*Aim of the exercise*: Locate the line containing "share, detail, hideLabel", then please write out that line and all the lines below it in the entries exactly.

Dataset records Start Marker

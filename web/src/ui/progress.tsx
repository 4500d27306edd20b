import { ProgressBar } from '@primer/react';
import styled from 'styled-components';

interface ProgressProps {
  /** What is under way, spoken and shown. */
  label: string;
  /** Share 0–1. */
  share: number;
  /** Figures below, such as "5.1 of 8.0 MB". */
  detail?: string;
  hideLabel?: boolean;
}

/** A piece of rod with its cursor. */
export function Progress({ label, share, detail, hideLabel = false }: ProgressProps) {
  const percent = Math.round(Math.min(1, Math.max(0, share)) * 100);
  return (
    <div>
      {!hideLabel && (
        <Line>
          <span>{label}</span>
          <span className="muted">{percent}&nbsp;%</span>
        </Line>
      )}
      <ProgressBar progress={percent} aria-label={label} aria-valuetext={detail} />
      {detail && <Detail>{detail}</Detail>}
    </div>
  );
}

const Line = styled.div`
  display: flex;
  justify-content: space-between;
  gap: 12px;
  margin-bottom: 6px;
  font-weight: 600;
`;

const Detail = styled.p`
  margin-top: 6px;
  font-size: 12px;
  color: var(--mw-ink-2);
`;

Dataset records End Marker

*Output of the exercise*:
export function Progress({ label, share, detail, hideLabel = false }: ProgressProps) {
  const percent = Math.round(Math.min(1, Math.max(0, share)) * 100);
  return (
    <div>
      {!hideLabel && (
        <Line>
          <span>{label}</span>
          <span className="muted">{percent}&nbsp;%</span>
        </Line>
      )}
      <ProgressBar progress={percent} aria-label={label} aria-valuetext={detail} />
      {detail && <Detail>{detail}</Detail>}
    </div>
  );
}

const Line = styled.div`
  display: flex;
  justify-content: space-between;
  gap: 12px;
  margin-bottom: 6px;
  font-weight: 600;
`;

const Detail = styled.p`
  margin-top: 6px;
  font-size: 12px;
  color: var(--mw-ink-2);
`;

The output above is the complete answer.